→ Task statement:
Look through the listing for the word "high". Copy each line that has it.

++++++

class PointEvaluator:
    """Evaluate present worth of a chunk's projects at many single points, reusing its layout.

    When every project shares the point (a scan value), the worth is three
    matrix-vector products over the flattened (P, C*T) amounts; otherwise the
    factors are built per project, (P, T) per class.

    ``discount_basis`` says what the ``discount_rate`` arguments of every method are: the nominal
    rate i ("nominal", default) or the real rate r ("real"), with i = (1 + r)(1 + f) - 1 at the
    point's inflation f (exact Fisher). On a real-basis run the real rate is what stays fixed
    when inflation moves, so a project of real lines without tax does not depend on inflation.
    """

    def __init__(self, amounts_by_role, classes: Sequence[LineClass], exponents, multipliers=None,
                 discount_basis: str = "nominal"):
        if discount_basis not in ("nominal", "real"):
            raise ValueError(f"discount_basis must be 'nominal' or 'real', got {discount_basis!r}")
        self.real_basis = discount_basis == "real"
        A = np.asarray(amounts_by_role, dtype=float)
        if A.ndim != 4 or A.shape[0] != len(ROLES) or A.shape[1] != len(classes):
            raise ValueError(f"amounts_by_role must be (R={len(ROLES)}, C={len(classes)}, P, T), got shape {A.shape}")
        self.A = A
        self.classes = list(classes)
        self.tau = np.asarray(exponents, dtype=float)
        self.multipliers = {k: float(np.asarray(v, dtype=float).ravel()[0]) for k, v in (multipliers or {}).items()}
        _, C, P, T = A.shape
        self.P = P
        self.total = A.sum(axis=0)                                               # (C, P, T)
        # what a cost multiplier scales: the investment lines and, after tax, the lines of classes
        # that follow the assets' cost (their depreciation shield and credits, ``asset_cost``)
        follows_cost = np.array(["asset_cost" in c.multiplier.split("*") for c in self.classes])
        self.cost_scaled = np.where(follows_cost[:, None, None], self.total, A[0])   # (C, P, T)
        flat = lambda x: np.ascontiguousarray(x.transpose(1, 0, 2)).reshape(P, C * T)  # noqa: E731
        self.flat_total, self.flat_invest, self.flat_benefit = flat(self.total), flat(self.cost_scaled), flat(A[1])

    def at_shared_points(self, discount_rates, inflations, escalation_shifts=None) -> np.ndarray:
        """Present worth (P, K) of every project at K points shared by all projects (multipliers at
        their base values): one (P, C*T) @ (C*T, K) product instead of K separate evaluations."""
        i = np.atleast_1d(np.asarray(discount_rates, dtype=float))
        f = np.broadcast_to(np.asarray(inflations, dtype=float), i.shape)
        i = self._nominal(i, f)
        shift = 0.0 if escalation_shifts is None else escalation_shifts
        point = {k: np.full(i.size, v) for k, v in self.multipliers.items()}
        with np.errstate(over="ignore", invalid="ignore"):
            D = discount_tensor(self.classes, self.tau, i, f, point, escalation_shift=shift)
            return self.flat_total @ D.reshape(-1, i.size)

    def at_rows(self, rows, discount_rate, inflation, *, escalation_shift=0.0, cost_multiplier=1.0,
                benefit_multiplier=1.0) -> np.ndarray:
        """Present worth (J,) of only the projects ``rows`` (J,) at their own points (each argument
        scalar or (J,)); the cost is that of J projects, not P."""
        rows = np.asarray(rows, dtype=np.int64)
        J = rows.size
        i, f, shift, cm, bm = (np.broadcast_to(np.asarray(v, dtype=float), (J,)) for v in
                               (discount_rate, inflation, escalation_shift, cost_multiplier, benefit_multiplier))
        if np.any(i <= -1) or np.any(f <= -1):
            raise ValueError("rates must be > -1")
        i = self._nominal(i, f)
        with np.errstate(over="ignore", invalid="ignore"):
            return self._per_project(rows, i, f, shift, cm, bm)

    def _nominal(self, rate: np.ndarray, inflation: np.ndarray) -> np.ndarray:
        """The nominal rate of a discount-rate argument on this evaluator's basis (exact Fisher)."""
        return (1.0 + rate) * (1.0 + inflation) - 1.0 if self.real_basis else rate

    def roots_between(self, move: int, rows, low, high, *, discount_rate: float, inflation: float,
                      escalation_shift: float = 0.0, xatol: float = 0.0) -> np.ndarray:
        """Where the worth of projects ``rows`` (J,) crosses zero as one input (``move``: one of
        :data:`ratescape.evaluate.compiled.MOVE_DISCOUNT_RATE`, ``MOVE_INFLATION``,
        ``MOVE_ESCALATION``) moves within [low, high] (J,), the others at the given base point
        (multipliers at base); NaN where the bracket has no sign change. One compiled root search
        per project (:func:`ratescape.evaluate.compiled.bracketed_roots`)."""
        from .compiled import bracketed_roots
        real = np.array([c.basis == "real" for c in self.classes])
        frozen = np.array([c.frozen_at for c in self.classes], dtype=np.int64)
        escalation = np.array([c.escalation for c in self.classes], dtype=float)
        multiplier = np.array([1.0 if c.multiplier == "one" else
                               float(multiplier_values(c.multiplier, self.multipliers, (1,))[0]) for c in self.classes])
        with np.errstate(over="ignore", invalid="ignore"):
            return bracketed_roots(self.total, real, escalation, multiplier, self.tau, move, discount_rate, inflation,
                                   escalation_shift, rows, low, high, xatol, frozen=frozen,
                                   real_basis=self.real_basis)

    def __call__(self, discount_rate, inflation, *, escalation_shift=0.0, cost_multiplier=1.0,
                 benefit_multiplier=1.0) -> np.ndarray:
        P = self.P
        i, f, shift, cm, bm = (np.broadcast_to(np.asarray(v, dtype=float), (P,)) for v in
                               (discount_rate, inflation, escalation_shift, cost_multiplier, benefit_multiplier))
        if np.any(i <= -1) or np.any(f <= -1):
            raise ValueError("rates must be > -1")
        i = self._nominal(i, f)
        if P == 0:
            return np.zeros(0)
        with np.errstate(over="ignore", invalid="ignore"):   # extreme scan points: inf/NaN, flagged by callers
            return self._evaluate(P, i, f, shift, cm, bm)

    def _evaluate(self, P, i, f, shift, cm, bm):
        if all(np.all(v == v[0]) for v in (i, f, shift)):
            point = {k: np.array([v]) for k, v in self.multipliers.items()}
            d = discount_tensor(self.classes, self.tau, i[:1], f[:1], point, escalation_shift=shift[:1]).ravel()
            out = self.flat_total @ d
            if np.any(cm != 1.0):
                out = out + (cm - 1.0) * (self.flat_invest @ d)
            if np.any(bm != 1.0):
                out = out + (bm - 1.0) * (self.flat_benefit @ d)
            return out
        return self._per_project(None, i, f, shift, cm, bm)

    def _per_project(self, rows, i, f, shift, cm, bm) -> np.ndarray:
        """Worth of the projects ``rows`` (all when None), each at its own point: per class, a
        compiled sum of its lines times its geometric discount factors."""
        from .compiled import weighted_exponential_sums
        pick = (lambda a: a) if rows is None else (lambda a: a[rows])   # noqa: E731
        n = i.size
        log_i = np.log1p(i)
        out = np.zeros(n)
        scaled_invest, scaled_benefit = np.any(cm != 1.0), np.any(bm != 1.0)
        for c, cls in enumerate(self.classes):  # a handful of classes; compiled loop over projects and periods
            log_g = (np.log1p(cls.escalation + shift) + np.log1p(f) if cls.basis == "real"
                     else np.full(n, np.log1p(cls.escalation)))
            lines = pick(self.total[c])
            if scaled_invest:
                lines = lines + (cm - 1.0)[:, None] * pick(self.cost_scaled[c])
            if scaled_benefit:
                lines = lines + (bm - 1.0)[:, None] * pick(self.A[1, c])
            if cls.frozen_at >= 0 and cls.basis == "real":    # grows up to period k, fixed after
                k = min(cls.frozen_at, self.tau.size - 1)
                worth = (weighted_exponential_sums(lines[:, :k], log_g - log_i, self.tau[:k])
                         + weighted_exponential_sums(lines[:, k:], -log_i, self.tau[k:])
                         * np.exp(log_g * self.tau[k]))
            else:
                worth = weighted_exponential_sums(lines, log_g - log_i, self.tau)
            if cls.multiplier != "one":
                worth = worth * multiplier_values(cls.multiplier, self.multipliers, (n,))
            out += worth
        return out
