def write_chart(db_path: str | Path, kind: str, out_path: str | Path, *, run_id: str | None = None,
                projects: Sequence[str] | None = None, group: str | None = None, top_n: int = 25) -> Path:
    """Write one chart of a run to ``out_path`` (.html offline, .png, .svg or .json).

    ``kind`` is one of :data:`CHART_KINDS`; drill-down kinds take ``projects``,
    ``decision-map`` takes ``group``.
    """
    if kind not in CHART_KINDS:
        raise ReportError(f"unknown chart kind {kind!r}; use one of: {', '.join(CHART_KINDS)}")
    stage, title = CHART_KINDS[kind]
    con = duckdb.connect(str(db_path), read_only=True)
    try:
        ctx = _Run(con, _pick_run(con, run_id))
        if stage == "portfolio":
            sections = _portfolio_chart_sections(ctx, top_n)
        else:
            _, suggested = _headline_sections(ctx, top_n)
            ids = _drill_projects(ctx, projects, suggested)
            if stage == "drill":
                sections = _drill_sections(ctx, ids[:1])
            elif stage == "decision":
                sections = _decision_sections(ctx, ids)
                if group is not None:
                    title = f"Group {group}"
            else:
                sections = _sensitivity_sections(ctx, ids[:1])
        for sec in sections:
            if sec.chart is not None and sec.title.startswith(title):
                charts.save_chart(sec.chart, out_path)
                return Path(out_path)
        why = next((s.unavailable for s in sections if s.title.startswith(title) and s.unavailable), None)
        raise ReportError(f"no {kind} chart for this run" + (f": {why}" if why else
                          (f" (group {group!r} not found)" if group else "")))
    finally:
        con.close()
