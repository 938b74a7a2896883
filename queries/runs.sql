-- about: Every run in the database with its status, size and timing, and whether the portfolio was reloaded since.
SELECT run_id, status, started_at, finished_at, project_count, scenario_count, discount_basis, timing,
       after_tax, chunks_done, chunk_count, message,
       CASE WHEN inputs_hash IS NOT DISTINCT FROM (SELECT inputs_hash FROM loads ORDER BY load_id DESC LIMIT 1)
            THEN 'current' ELSE 'portfolio reloaded since this run' END AS portfolio
FROM runs ORDER BY started_at DESC
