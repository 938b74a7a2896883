-- about: Which alternative of each group of mutually exclusive projects is preferred, in how many scenarios, optionally only where inflation exceeds a threshold. discount_rate_* are nominal rates, real_rate_* real ones; discount_basis is the basis of the run's discount axis.
-- param: run = latest  (run id; "latest" = the newest finished run)
-- param: min_inflation = -1  (count only scenarios with inflation above this, fraction per year; -1 = all)
SELECT g.group_name, g.preferred,
       count(*) AS scenarios,
       round(count(*) / sum(count(*)) OVER (PARTITION BY g.group_name), 4) AS share,
       round(avg(g.margin), 2) AS mean_margin_over_runner_up,
       min(sc.inflation) AS inflation_from, max(sc.inflation) AS inflation_to,
       min(sc.discount_rate) AS discount_rate_from, max(sc.discount_rate) AS discount_rate_to,
       min(sc.real_rate) AS real_rate_from, max(sc.real_rate) AS real_rate_to,
       any_value(ru.discount_basis) AS discount_basis
FROM group_decisions g JOIN scenarios sc ON sc.run_id = g.run_id AND sc.scenario_id = g.scenario_id
JOIN runs ru ON ru.run_id = g.run_id
WHERE g.run_id = $run AND sc.inflation > $min_inflation
GROUP BY g.group_name, g.preferred
ORDER BY g.group_name, scenarios DESC
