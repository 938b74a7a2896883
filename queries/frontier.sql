-- about: Indifference frontier points of a group of alternatives (where the two best alternatives are worth the same), in drawing order.
-- param: run = latest  (run id; "latest" = the newest finished run)
-- param: group = any  (group name, or any)
SELECT group_name, alternative_a, alternative_b, x_axis, x, y_axis, y, segment, point, kind
FROM frontiers
WHERE run_id = $run AND ($group = 'any' OR group_name = $group)
ORDER BY group_name, segment, point
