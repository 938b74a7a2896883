-- about: What changed between an earlier run (before) and a later run (run) of the same database, per project (named as the later run screened it, or the earlier for a removed one): acceptance share, median rank, core-portfolio membership, the preferred alternative of its group, and why where the stored inputs say so (new, removed, changed present worth at an unchanged base scenario).
-- param: run = latest  (run id of the later run; "latest" = the newest finished run)
-- param: before =  (run id of the earlier run)
-- param: min_share_change = 0.05  (least change in acceptance share reported, fraction)
-- param: min_rank_change = 1  (least change in median rank reported)
WITH a AS (SELECT project_id, accept_share, rank_median, pw_base FROM project_summary WHERE run_id = $run),
b AS (SELECT project_id, accept_share, rank_median, pw_base FROM project_summary WHERE run_id = $before),
ca AS (SELECT project_id, in_core FROM portfolio_summary WHERE run_id = $run),
cb AS (SELECT project_id, in_core FROM portfolio_summary WHERE run_id = $before),
base_a AS (SELECT discount_rate, inflation FROM scenarios WHERE run_id = $run AND is_base),
base_b AS (SELECT discount_rate, inflation FROM scenarios WHERE run_id = $before AND is_base),
same_base AS (SELECT count(*) = 1 AS same FROM base_a JOIN base_b USING (discount_rate, inflation)),
pref_a AS (SELECT group_name, mode(preferred) AS preferred FROM group_decisions WHERE run_id = $run GROUP BY group_name),
pref_b AS (SELECT group_name, mode(preferred) AS preferred FROM group_decisions WHERE run_id = $before GROUP BY group_name),
joined AS (
    SELECT coalesce(a.project_id, b.project_id) AS project_id,
           b.accept_share AS accept_share_before, a.accept_share AS accept_share_after,
           b.rank_median AS rank_median_before, a.rank_median AS rank_median_after,
           coalesce(cb.in_core, false) AS core_before, coalesce(ca.in_core, false) AS core_after,
           b.pw_base AS pw_base_before, a.pw_base AS pw_base_after
    FROM a FULL JOIN b USING (project_id)
    LEFT JOIN ca ON ca.project_id = coalesce(a.project_id, b.project_id)
    LEFT JOIN cb ON cb.project_id = coalesce(a.project_id, b.project_id)
)
SELECT j.project_id, CASE WHEN p.project_id IS NOT NULL THEN p.name ELSE q.name END AS name,
       j.accept_share_before, j.accept_share_after, j.rank_median_before, j.rank_median_after,
       j.core_before, j.core_after,
       pb.preferred AS group_preferred_before, pa.preferred AS group_preferred_after,
       CASE WHEN j.accept_share_before IS NULL THEN 'new project'
            WHEN j.accept_share_after IS NULL THEN 'removed project'
            WHEN (SELECT same FROM same_base) AND abs(j.pw_base_after - j.pw_base_before)
                 > 1e-9 * greatest(abs(j.pw_base_before), 1) THEN 'inputs changed (base-scenario worth differs)'
            ELSE NULL END AS why
FROM joined j
LEFT JOIN run_project_names p ON p.run_id = $run AND p.project_id = j.project_id
LEFT JOIN run_project_names q ON q.run_id = $before AND q.project_id = j.project_id
LEFT JOIN pref_a pa ON pa.group_name = coalesce(p.group_name, q.group_name)
LEFT JOIN pref_b pb ON pb.group_name = coalesce(q.group_name, p.group_name)
WHERE j.accept_share_before IS NULL OR j.accept_share_after IS NULL
   OR abs(j.accept_share_after - j.accept_share_before) >= $min_share_change - 1e-12
   OR abs(j.rank_median_after - j.rank_median_before) >= $min_rank_change
   OR j.core_before <> j.core_after
   OR pa.preferred IS DISTINCT FROM pb.preferred
ORDER BY (j.accept_share_before IS NULL OR j.accept_share_after IS NULL) DESC,
         abs(coalesce(j.accept_share_after, 0) - coalesce(j.accept_share_before, 0)) DESC, j.project_id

++++++

→ Written response:
    def roots_between(self, move: int, rows, low, high, *, discount_rate: float, inflation: float,
        ``MOVE_ESCALATION``) moves within [low, high] (J,), the others at the given base point
                                   escalation_shift, rows, low, high, xatol, frozen=frozen,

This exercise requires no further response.